Now it was quite windy ( a side wind) and I was surprised at the amount of buffeting I got and for must of the ride could not settle on the tri bars.

So I'd like to ask anybody who uses tri-spokes, what is the maximum wind speed you would ride in?

Thanks


----------



## frank9755 (5 Jul 2017)

Cuchilo said:


> I'm pretty new to the sport but i thought the thinking was the rear is where the bigger gains are to reduce drag . I use a 50 on the front .



Nope - it's the front! 
Think about it, your back wheel is going through dirty air and is largely sheltered by your front wheel and your legs while your front wheel is stuck out in the wind all on its own so has maximum impact


----------



## frank9755 (5 Jul 2017)

Sharky said:


> Well, I took the plunge and bought myself a tri-spoke and used it for the first time for this week's club 10.
> 
> Now it was quite windy ( a side wind) and I was surprised at the amount of buffeting I got and for must of the ride could not settle on the tri bars.
> 
> ...



I've not used a tri-spoke but know plenty of people who have, and the answer is that it depends on the wheel and their degree of confidence in bike-handling skills. 
Top riders who are confident in themselves and their wheel would ride it in any winds that they would be happy to ride in at all.

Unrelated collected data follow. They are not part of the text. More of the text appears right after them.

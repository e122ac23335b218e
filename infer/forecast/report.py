"""The report of a Fisher forecast (`infer.forecast.forecast`): its tables, and its comparison with the
sampled posterior of a mock fit.

`posterior_constraints` reads a chain file of either engine with the summary's own rules (the burn-in
rule `infer.analysis.burnin.choose` and `infer.analysis.marginals.constraints` for an ensemble chain; the
importance weights and `infer.analysis.weighted.weighted_constraints` for a surrogate-engine sample), so
the posterior sd compared is the one `infer summarize` reports. `compare` gives Fisher σ / posterior sd
per parameter with the Monte Carlo error of the sd. `text_table` (the terminal) and `markdown`
(forecast.md) label the numbers as the Gaussian approximation they are.
"""
from __future__ import annotations

import math
from dataclasses import dataclass

import numpy as np

from infer.errors import UserError
from infer.forecast.forecast import LABEL, Forecast


# -- against a sampled posterior -----------------------------------------------------------------------
def posterior_constraints(chain, burn: int | None = None) -> tuple[dict, str, object]:
    """{name: `Constraint`} of the sampled posterior in chain file ``chain`` (either engine), one line
    saying what the sample is, and the sample itself (the kept draws, or the weighted exact draws) — the
    figures `infer summarize` reports (the same burn-in rule, the same weights), without writing anything."""
    from infer.analysis import burnin
    from infer.analysis.marginals import constraints
    from infer.analysis.weighted import WeightedSample, weighted_constraints
    from infer.config import stored as stored_config
    from infer.store.chainfile import ChainStore
    from infer.store.enginefile import EngineFile, engine_of
    if engine_of(chain) == "surrogate":
        if burn is not None:
            raise UserError("--burn applies to ensemble chains; a surrogate-engine sample has no burn-in")
        state = EngineFile(chain).read()
        if state.sample is None:
            raise UserError(f"{chain}: the surrogate engine has not produced a weighted sample yet")
        cfg, s = stored_config(state), state.sample
        ws = WeightedSample(state.names, state.derived_names, s["position"], s["derived"], s["log_post"],
                            s["log_like"], s["log_weight"], dict(state.tex), dict(state.bounds), {})
        cons, info = weighted_constraints(ws, targets=cfg.stopping, khat_max=cfg.surrogate.khat_max)
        what = (f"{chain}: {info['draws']} exact draws importance-weighted to the exact posterior (weight ESS "
                f"{info['ess']:.0f}, k̂ {info['khat']:.2f}{'' if info['weights_ok'] else '; weights NOT trusted'})")
        kept = ws
    else:
        state = ChainStore(chain).read()
        if state.steps_done < 8:
            raise UserError(f"{chain}: only {state.steps_done} steps; too few to compare with")
        if burn is not None and not 0 <= burn < state.steps_done:
            raise UserError(f"--burn must be between 0 and {state.steps_done - 1}, got {burn}")
        cfg = stored_config(state)
        choice = burnin.choose(state.samples, burn, tau_multiple=cfg.stopping.tau_multiple, source="set with --burn")
        cons, info = constraints(state.samples, choice, targets=cfg.stopping)
        what = f"{chain}: {state.steps_done} steps, {choice.burn} discarded as burn-in"
        kept = state.samples.after(choice.burn)
    return {c.name: c for c in cons}, what, kept


@dataclass
class Comparison:
    names: tuple                     # parameters in both
    fisher_sigma: np.ndarray
    posterior_sd: np.ndarray
    posterior_sd_error: np.ndarray   # Monte Carlo error of the sd (nan when unknown)
    what: str
    missing: tuple                   # forecast parameters the chain does not sample

    @property
    def ratio(self) -> np.ndarray:
        return self.fisher_sigma / self.posterior_sd


def _sd_error(c) -> float:
    """Monte Carlo error of a posterior sd: the weights' estimate for a weighted sample, else
    sd/√(2 ESS) (the large-sample error of a Gaussian's sd from ESS independent draws; common practice)."""
    if c.mcse and "sd" in c.mcse:
        return float(c.mcse["sd"])
    ess = min(c.ess_bulk, c.ess_tail)
    return c.sd / math.sqrt(2.0 * ess) if ess > 0 else math.nan


def compare(fc: Forecast, posterior: tuple) -> Comparison:
    """Fisher σ against the posterior sd, per parameter both have; ``posterior`` as returned by
    `posterior_constraints`."""
    cons, what = posterior[:2]
    both = tuple(n for n in fc.names if n in cons)          # sampled there, or derived (the same quantity)
    if not both:
        raise UserError(f"{what.split(': ')[0]}: samples none of the forecast's parameters ({', '.join(fc.names)})")
    sig = dict(zip(fc.names, fc.sigma))
    err = [_sd_error(cons[n]) for n in both]
    return Comparison(both, np.array([sig[n] for n in both]), np.array([cons[n].sd for n in both]),
                      np.array(err, float), what, tuple(n for n in fc.names if n not in both))


def comparison_dict(cmp: Comparison) -> dict:
    return {"chain": cmp.what, "names": list(cmp.names), "fisher_sigma": cmp.fisher_sigma.tolist(),
            "posterior_sd": cmp.posterior_sd.tolist(), "posterior_sd_error": cmp.posterior_sd_error.tolist(),
            "ratio": cmp.ratio.tolist(), "missing": list(cmp.missing)}


# -- tables --------------------------------------------------------------------------------------------
def _g(v: float) -> str:
    return f"{v:.4g}"


def text_table(fc: Forecast, cmp: Comparison | None = None) -> str:
    """The terminal report: label, per-parameter errors, correlations, step check, comparison."""
    f = fc.fisher
    w = max(9, *(len(n) for n in fc.names))
    lines = [LABEL, f"  experiment '{fc.experiment}' ({fc.spec}), run {fc.run}: {fc.n_bands} bands, "
             f"{f.evaluations + 1} exact calls in {fc.seconds:.0f} s; χ² of the model at the fiducial point "
             f"against the fiducial bands {fc.chi2_fiducial:.2g}", ""]
    lines.append(f"  {'parameter':<{w}} {'fiducial':>11} {'σ (marg.)':>11} {'σ (cond.)':>11} {'prior σ':>9}  "
                 f"{'step h':>9} {'Δ(h/2)':>8}")
    for i, n in enumerate(fc.names):
        pp = fc.prior_precision[i]
        lines.append(f"  {n:<{w}} {_g(fc.x0[i]):>11} {_g(fc.sigma[i]):>11} {_g(fc.conditional[i]):>11} "
                     f"{(_g(1 / math.sqrt(pp)) if pp > 0 else 'flat'):>9}  {_g(f.steps[i]):>9} "
                     f"{f.change[i]:>8.1e}{'' if f.converged[i] else ' NOT converged'}")
    if fc.fixed:
        lines.append("  fixed: " + ", ".join(f"{k} = {v:g}" for k, v in fc.fixed.items()))
    lines += ["", "  correlation (Fisher):", "  " + " " * w + "".join(f"{n[:8]:>9}" for n in fc.names)]
    for i, n in enumerate(fc.names):
        lines.append(f"  {n:<{w}}" + "".join(f"{fc.correlation[i, j]:>9.3f}" for j in range(len(fc.names))))
    if cmp is not None:
        lines += ["", f"  against {cmp.what}:", f"  {'parameter':<{w}} {'Fisher σ':>11} {'posterior sd':>13} "
                  f"{'ratio':>7}"]
        for n, s, sd, e, r in zip(cmp.names, cmp.fisher_sigma, cmp.posterior_sd, cmp.posterior_sd_error, cmp.ratio):
            err = f" ± {r * e / sd:.3f}" if np.isfinite(e) else ""
            lines.append(f"  {n:<{w}} {_g(s):>11} {_g(sd):>13} {r:>7.3f}{err}")
        if cmp.missing:
            lines.append("  not in the chain: " + ", ".join(cmp.missing))
    lines += [f"  note: {t}" for t in fc.notes]
    return "\n".join(lines)


def markdown(fc: Forecast, cmp: Comparison | None = None) -> str:
    """forecast.md: the same figures as a Markdown document."""
    f = fc.fisher
    out = [f"# Fisher forecast: {fc.experiment}", "",
           f"*{LABEL}.* Exact for a model linear in the parameters with Gaussian priors; it ignores uniform "
           "prior bounds, skewness and curved degeneracies. Covariance of the bands: Knox (1995) at the "
           "fiducial; Fisher matrix F = ∂mᵀC⁻¹∂m (Tegmark, Taylor & Heavens 1997) by central differences.", "",
           f"Spec `{fc.spec}`, run file `{fc.run}`, {fc.n_bands} bands, {f.evaluations + 1} exact calls, "
           f"χ² of the model at the fiducial against the fiducial bands: {fc.chi2_fiducial:.2g}.", "",
           "| parameter | fiducial | marginalised σ | conditional σ | prior σ | step h | change at h/2 |",
           "|---|---:|---:|---:|---:|---:|---:|"]
    for i, n in enumerate(fc.names):
        pp = fc.prior_precision[i]
        out.append(f"| `{n}` | {_g(fc.x0[i])} | {_g(fc.sigma[i])} | {_g(fc.conditional[i])} | "
                   f"{_g(1 / math.sqrt(pp)) if pp > 0 else 'flat'} | {_g(f.steps[i])} | {f.change[i]:.1e}"
                   f"{'' if f.converged[i] else ' (NOT converged)'} |")
    if fc.fixed:
        out += ["", "Fixed: " + ", ".join(f"`{k}` = {v:g}" for k, v in fc.fixed.items()) + "."]
    out += ["", "Correlation matrix:", "", "| | " + " | ".join(f"`{n}`" for n in fc.names) + " |",
            "|---|" + "---:|" * len(fc.names)]
    for i, n in enumerate(fc.names):
        out.append(f"| `{n}` | " + " | ".join(f"{fc.correlation[i, j]:.3f}" for j in range(len(fc.names))) + " |")
    if cmp is not None:
        out += ["", f"Against the sampled posterior ({cmp.what}):", "",
                "| parameter | Fisher σ | posterior sd | Fisher σ / posterior sd |", "|---|---:|---:|---:|"]
        for n, s, sd, r in zip(cmp.names, cmp.fisher_sigma, cmp.posterior_sd, cmp.ratio):
            out.append(f"| `{n}` | {_g(s)} | {_g(sd)} | {r:.3f} |")
    if fc.notes:
        out += [""] + [f"- {t}" for t in fc.notes]
    return "\n".join(out) + "\n"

The only way to get to know what you are comfortable with is to test it. 
Personally, I'd pull back from my most aero wheel (80mm rim) if the wind was above 15-18 mph but have happily ridden my 50mm in winds much stronger.


----------



## Sharky (5 Jul 2017)

frank9755 said:


> I've not used a tri-spoke but know plenty of people who have, and the answer is that it depends on the wheel and their degree of confidence in bike-handling skills.
> Top riders who are confident in themselves and their wheel would ride it in any winds that they would be happy to ride in at all. The only way to get to know what you are comfortable with is to test it.
> Personally, I'd pull back from my most aero wheel (80mm rim) if the wind was above 15-18 mph but have happily ridden my 50mm in winds much stronger.


Thanks, I have been getting used to it, but I will be keeping an eye on the weather forecasts. Have the tri-spoke set up on my fixed bike, but will switch to my gears bike which has mavic elites on if > 20mph.

Cheers Keith


----------